> **ABOUT THIS TASK**: Return exactly those lines of the material below that fall between the line holding "let recording = false;" and the line holding "if (base === MARKER)", inclusive.

> **INFORMATION SUPPLIED**:
---
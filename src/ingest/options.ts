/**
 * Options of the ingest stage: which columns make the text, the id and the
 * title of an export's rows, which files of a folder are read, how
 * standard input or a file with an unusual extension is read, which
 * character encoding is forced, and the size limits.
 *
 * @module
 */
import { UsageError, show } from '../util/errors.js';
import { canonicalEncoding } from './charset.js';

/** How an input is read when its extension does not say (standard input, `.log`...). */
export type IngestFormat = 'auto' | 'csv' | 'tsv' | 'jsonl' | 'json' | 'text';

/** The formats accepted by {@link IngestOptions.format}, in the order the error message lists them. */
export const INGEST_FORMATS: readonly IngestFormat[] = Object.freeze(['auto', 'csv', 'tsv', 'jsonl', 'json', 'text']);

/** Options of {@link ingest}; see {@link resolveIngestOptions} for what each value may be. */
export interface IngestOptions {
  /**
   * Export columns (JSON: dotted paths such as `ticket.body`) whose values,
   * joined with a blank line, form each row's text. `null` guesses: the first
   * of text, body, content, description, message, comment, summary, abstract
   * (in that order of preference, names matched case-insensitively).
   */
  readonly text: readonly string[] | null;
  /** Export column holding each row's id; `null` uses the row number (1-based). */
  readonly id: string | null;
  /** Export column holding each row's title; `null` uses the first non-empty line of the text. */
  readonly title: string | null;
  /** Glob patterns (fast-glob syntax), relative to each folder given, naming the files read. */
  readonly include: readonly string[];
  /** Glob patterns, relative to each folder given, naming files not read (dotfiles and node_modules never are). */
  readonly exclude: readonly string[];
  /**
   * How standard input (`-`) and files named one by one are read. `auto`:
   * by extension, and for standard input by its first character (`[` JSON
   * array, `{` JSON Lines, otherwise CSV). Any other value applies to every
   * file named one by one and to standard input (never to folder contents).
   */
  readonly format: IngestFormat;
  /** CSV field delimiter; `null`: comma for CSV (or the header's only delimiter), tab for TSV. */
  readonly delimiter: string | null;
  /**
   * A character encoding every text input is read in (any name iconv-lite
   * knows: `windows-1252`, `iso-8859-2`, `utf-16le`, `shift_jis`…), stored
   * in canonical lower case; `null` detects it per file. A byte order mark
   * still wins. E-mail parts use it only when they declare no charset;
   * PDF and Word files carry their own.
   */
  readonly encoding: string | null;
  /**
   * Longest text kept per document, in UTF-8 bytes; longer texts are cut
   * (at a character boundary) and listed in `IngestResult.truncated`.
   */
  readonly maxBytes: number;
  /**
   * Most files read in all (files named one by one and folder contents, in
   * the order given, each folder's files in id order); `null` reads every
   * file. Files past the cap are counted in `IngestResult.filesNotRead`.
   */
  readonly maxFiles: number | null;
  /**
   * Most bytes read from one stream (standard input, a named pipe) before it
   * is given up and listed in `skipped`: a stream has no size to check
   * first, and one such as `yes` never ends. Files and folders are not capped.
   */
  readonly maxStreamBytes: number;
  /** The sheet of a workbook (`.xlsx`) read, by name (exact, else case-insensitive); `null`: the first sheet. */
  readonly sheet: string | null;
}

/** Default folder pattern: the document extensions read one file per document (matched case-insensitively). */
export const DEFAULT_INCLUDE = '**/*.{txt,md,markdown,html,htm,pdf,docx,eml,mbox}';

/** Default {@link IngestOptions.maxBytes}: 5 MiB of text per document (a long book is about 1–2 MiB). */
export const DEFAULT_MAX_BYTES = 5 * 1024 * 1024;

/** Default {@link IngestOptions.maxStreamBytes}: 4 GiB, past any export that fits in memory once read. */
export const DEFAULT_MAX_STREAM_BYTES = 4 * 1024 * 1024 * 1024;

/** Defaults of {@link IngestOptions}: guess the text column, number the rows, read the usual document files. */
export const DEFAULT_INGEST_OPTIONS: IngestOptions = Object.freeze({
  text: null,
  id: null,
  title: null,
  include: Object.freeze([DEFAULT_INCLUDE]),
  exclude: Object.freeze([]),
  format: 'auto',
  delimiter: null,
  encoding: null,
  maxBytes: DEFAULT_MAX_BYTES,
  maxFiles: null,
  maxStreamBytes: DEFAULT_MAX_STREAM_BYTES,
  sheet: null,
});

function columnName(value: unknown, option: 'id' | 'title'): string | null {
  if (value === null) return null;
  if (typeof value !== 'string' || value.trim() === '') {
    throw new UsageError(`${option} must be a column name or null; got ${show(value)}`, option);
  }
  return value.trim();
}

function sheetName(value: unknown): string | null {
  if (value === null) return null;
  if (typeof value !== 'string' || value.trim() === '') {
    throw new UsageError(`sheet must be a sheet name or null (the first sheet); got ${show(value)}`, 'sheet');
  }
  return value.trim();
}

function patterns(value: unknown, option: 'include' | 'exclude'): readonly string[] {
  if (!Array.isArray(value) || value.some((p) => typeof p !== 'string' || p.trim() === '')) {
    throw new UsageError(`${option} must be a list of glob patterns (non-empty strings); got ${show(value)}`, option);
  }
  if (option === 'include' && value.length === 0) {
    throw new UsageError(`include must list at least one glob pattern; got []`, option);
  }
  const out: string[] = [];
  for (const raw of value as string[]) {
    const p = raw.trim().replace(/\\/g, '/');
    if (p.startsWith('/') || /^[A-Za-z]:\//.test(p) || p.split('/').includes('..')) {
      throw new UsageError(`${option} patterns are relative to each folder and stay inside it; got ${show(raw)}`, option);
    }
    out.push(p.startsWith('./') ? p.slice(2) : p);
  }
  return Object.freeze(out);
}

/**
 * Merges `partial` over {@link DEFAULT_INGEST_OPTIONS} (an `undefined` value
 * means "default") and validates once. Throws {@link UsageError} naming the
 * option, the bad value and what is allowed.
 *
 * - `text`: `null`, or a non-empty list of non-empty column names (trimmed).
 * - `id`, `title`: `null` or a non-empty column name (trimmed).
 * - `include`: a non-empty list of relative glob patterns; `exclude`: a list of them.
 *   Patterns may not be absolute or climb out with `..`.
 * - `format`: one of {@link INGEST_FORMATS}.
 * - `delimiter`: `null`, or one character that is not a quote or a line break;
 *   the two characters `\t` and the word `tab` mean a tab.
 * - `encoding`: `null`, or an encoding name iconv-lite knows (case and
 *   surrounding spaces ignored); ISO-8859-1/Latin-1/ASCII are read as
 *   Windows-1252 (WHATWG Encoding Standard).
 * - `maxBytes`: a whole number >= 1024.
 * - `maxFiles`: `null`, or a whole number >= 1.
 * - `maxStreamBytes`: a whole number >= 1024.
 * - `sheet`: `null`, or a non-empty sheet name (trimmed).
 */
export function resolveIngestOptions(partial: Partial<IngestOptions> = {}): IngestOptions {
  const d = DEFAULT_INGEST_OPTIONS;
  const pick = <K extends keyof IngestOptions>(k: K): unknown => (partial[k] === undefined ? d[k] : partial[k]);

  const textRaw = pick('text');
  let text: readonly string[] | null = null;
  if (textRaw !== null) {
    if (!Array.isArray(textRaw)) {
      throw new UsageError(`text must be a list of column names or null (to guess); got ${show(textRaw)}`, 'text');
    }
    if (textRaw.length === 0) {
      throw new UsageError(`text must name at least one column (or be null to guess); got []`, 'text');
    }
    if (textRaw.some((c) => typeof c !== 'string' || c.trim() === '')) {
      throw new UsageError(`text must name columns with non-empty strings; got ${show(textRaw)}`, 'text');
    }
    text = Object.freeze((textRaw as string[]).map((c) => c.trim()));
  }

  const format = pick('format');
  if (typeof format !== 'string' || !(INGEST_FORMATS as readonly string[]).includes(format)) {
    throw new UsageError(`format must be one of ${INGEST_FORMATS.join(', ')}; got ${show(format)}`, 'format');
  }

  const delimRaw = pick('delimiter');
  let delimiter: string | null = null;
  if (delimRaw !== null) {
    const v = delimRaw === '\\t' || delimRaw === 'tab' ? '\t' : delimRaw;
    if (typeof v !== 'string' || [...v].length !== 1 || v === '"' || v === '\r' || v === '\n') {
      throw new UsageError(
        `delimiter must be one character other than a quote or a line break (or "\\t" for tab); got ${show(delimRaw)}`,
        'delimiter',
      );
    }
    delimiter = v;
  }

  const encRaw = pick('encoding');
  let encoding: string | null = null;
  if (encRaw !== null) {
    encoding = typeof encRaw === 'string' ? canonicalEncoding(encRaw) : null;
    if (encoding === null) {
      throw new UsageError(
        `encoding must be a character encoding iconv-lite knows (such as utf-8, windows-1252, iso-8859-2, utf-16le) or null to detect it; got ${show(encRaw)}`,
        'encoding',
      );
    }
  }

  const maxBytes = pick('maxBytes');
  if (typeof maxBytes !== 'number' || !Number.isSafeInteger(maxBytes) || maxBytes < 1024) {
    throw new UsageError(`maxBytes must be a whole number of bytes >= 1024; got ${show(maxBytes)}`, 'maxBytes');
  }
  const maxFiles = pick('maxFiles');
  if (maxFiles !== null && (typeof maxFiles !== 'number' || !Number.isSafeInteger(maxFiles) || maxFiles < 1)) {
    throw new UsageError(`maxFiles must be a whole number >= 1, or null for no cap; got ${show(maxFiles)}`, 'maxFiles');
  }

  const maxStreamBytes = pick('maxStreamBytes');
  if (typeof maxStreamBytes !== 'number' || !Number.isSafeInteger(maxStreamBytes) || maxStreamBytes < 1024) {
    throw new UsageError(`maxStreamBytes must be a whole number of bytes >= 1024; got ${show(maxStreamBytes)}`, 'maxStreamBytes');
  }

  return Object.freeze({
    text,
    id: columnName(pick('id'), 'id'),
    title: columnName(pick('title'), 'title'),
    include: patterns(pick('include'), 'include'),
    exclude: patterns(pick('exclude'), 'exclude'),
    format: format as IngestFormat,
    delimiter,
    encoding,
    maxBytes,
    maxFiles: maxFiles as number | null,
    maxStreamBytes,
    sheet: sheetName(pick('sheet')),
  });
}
---
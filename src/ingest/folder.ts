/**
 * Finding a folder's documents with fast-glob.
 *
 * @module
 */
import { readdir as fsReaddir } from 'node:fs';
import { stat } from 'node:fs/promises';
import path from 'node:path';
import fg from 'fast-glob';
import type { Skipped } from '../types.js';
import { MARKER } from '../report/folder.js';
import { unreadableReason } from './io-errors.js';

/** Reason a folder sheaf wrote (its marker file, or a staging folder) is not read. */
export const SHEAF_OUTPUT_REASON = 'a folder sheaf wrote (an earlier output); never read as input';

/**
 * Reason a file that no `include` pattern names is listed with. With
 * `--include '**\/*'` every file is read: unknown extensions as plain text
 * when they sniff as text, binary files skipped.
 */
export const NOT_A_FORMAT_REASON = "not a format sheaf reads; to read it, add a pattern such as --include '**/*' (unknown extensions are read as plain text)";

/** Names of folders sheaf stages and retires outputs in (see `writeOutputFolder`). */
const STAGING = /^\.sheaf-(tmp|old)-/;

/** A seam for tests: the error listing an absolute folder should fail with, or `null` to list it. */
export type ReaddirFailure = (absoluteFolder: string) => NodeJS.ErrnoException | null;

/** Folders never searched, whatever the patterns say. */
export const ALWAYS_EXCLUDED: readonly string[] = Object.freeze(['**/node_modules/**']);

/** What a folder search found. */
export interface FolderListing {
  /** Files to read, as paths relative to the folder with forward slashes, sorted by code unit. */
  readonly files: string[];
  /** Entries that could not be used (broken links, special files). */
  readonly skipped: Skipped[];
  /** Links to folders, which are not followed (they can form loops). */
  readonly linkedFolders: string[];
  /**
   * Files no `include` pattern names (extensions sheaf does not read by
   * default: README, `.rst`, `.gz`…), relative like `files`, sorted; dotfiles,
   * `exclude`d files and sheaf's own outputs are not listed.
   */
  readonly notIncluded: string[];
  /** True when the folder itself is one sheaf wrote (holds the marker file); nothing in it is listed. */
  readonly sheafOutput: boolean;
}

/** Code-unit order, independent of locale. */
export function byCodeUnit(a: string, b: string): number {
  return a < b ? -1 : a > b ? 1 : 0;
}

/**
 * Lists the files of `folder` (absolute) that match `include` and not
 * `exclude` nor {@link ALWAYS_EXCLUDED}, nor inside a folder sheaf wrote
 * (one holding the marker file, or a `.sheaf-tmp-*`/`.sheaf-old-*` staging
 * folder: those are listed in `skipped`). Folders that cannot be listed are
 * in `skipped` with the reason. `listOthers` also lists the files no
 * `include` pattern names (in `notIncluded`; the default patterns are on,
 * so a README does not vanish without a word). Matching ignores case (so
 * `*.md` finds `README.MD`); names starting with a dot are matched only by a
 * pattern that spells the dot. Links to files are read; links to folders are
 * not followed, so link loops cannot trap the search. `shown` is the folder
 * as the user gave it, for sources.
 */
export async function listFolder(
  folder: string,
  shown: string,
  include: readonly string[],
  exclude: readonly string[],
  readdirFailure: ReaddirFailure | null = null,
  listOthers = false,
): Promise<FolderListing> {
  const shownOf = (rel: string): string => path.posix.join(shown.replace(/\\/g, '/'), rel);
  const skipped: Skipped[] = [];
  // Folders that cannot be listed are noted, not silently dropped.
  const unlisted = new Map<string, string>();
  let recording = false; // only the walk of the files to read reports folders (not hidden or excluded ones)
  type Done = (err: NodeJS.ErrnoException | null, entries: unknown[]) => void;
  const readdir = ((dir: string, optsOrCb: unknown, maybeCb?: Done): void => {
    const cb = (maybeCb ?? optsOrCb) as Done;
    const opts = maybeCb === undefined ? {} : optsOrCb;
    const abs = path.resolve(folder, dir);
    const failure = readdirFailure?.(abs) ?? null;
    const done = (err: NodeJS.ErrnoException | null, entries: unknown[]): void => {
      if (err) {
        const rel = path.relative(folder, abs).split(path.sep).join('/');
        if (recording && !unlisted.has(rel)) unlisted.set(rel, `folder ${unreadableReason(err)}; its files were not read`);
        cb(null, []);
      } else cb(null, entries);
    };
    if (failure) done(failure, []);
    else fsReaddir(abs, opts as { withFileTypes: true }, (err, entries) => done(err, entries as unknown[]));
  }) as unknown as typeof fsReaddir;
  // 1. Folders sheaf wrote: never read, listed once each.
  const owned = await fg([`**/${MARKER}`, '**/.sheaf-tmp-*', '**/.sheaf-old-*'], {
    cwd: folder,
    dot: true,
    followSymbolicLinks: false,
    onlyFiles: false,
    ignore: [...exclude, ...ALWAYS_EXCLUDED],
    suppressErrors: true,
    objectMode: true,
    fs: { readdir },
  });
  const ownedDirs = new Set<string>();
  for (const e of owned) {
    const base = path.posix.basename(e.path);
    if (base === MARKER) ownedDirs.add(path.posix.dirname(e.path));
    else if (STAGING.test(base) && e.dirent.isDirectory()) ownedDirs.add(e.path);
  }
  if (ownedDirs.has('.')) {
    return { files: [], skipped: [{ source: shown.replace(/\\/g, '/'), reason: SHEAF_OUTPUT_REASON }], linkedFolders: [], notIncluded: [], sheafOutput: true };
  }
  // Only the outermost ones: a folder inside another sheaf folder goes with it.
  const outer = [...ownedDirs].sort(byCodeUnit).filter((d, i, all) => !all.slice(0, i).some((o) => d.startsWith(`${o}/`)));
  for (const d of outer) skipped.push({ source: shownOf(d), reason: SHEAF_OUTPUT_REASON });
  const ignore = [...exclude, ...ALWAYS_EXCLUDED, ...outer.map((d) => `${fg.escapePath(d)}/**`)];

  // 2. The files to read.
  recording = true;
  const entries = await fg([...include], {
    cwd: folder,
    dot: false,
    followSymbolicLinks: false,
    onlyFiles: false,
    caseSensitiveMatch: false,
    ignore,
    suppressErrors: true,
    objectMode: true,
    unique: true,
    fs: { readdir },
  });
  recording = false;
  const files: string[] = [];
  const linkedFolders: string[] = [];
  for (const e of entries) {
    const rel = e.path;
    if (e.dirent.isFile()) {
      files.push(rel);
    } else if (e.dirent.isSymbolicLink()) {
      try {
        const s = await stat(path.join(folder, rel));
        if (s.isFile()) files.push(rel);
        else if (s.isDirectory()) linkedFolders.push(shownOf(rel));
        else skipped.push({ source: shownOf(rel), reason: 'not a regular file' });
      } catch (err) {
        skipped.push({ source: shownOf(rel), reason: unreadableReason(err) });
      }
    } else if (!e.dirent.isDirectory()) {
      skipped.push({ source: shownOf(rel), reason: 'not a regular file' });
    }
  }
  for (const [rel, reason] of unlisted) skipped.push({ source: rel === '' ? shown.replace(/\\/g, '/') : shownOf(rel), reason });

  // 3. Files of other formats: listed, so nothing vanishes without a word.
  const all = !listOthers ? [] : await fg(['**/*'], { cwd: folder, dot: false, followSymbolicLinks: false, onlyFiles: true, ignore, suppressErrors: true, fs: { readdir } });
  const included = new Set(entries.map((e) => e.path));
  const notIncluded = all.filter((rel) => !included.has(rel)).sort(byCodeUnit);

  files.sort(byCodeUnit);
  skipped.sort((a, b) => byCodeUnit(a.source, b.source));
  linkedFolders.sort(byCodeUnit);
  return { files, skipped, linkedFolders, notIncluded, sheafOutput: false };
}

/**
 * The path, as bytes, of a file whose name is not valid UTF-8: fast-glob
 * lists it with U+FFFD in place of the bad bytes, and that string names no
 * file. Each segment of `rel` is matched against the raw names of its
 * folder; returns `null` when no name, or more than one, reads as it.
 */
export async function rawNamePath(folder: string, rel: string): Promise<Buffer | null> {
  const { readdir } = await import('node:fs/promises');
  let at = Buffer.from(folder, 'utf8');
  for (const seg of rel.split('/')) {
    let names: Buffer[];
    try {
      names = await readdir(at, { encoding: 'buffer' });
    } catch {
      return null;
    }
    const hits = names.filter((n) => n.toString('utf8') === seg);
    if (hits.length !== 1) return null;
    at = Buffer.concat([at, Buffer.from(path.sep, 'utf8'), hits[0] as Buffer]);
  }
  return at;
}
---
> **SOLUTION TO THE EXERCISE**:
  let recording = false; // only the walk of the files to read reports folders (not hidden or excluded ones)
  type Done = (err: NodeJS.ErrnoException | null, entries: unknown[]) => void;
  const readdir = ((dir: string, optsOrCb: unknown, maybeCb?: Done): void => {
    const cb = (maybeCb ?? optsOrCb) as Done;
    const opts = maybeCb === undefined ? {} : optsOrCb;
    const abs = path.resolve(folder, dir);
    const failure = readdirFailure?.(abs) ?? null;
    const done = (err: NodeJS.ErrnoException | null, entries: unknown[]): void => {
      if (err) {
        const rel = path.relative(folder, abs).split(path.sep).join('/');
        if (recording && !unlisted.has(rel)) unlisted.set(rel, `folder ${unreadableReason(err)}; its files were not read`);
        cb(null, []);
      } else cb(null, entries);
    };
    if (failure) done(failure, []);
    else fsReaddir(abs, opts as { withFileTypes: true }, (err, entries) => done(err, entries as unknown[]));
  }) as unknown as typeof fsReaddir;
  // 1. Folders sheaf wrote: never read, listed once each.
  const owned = await fg([`**/${MARKER}`, '**/.sheaf-tmp-*', '**/.sheaf-old-*'], {
    cwd: folder,
    dot: true,
    followSymbolicLinks: false,
    onlyFiles: false,
    ignore: [...exclude, ...ALWAYS_EXCLUDED],
    suppressErrors: true,
    objectMode: true,
    fs: { readdir },
  });
  const ownedDirs = new Set<string>();
  for (const e of owned) {
    const base = path.posix.basename(e.path);
    if (base === MARKER) ownedDirs.add(path.posix.dirname(e.path));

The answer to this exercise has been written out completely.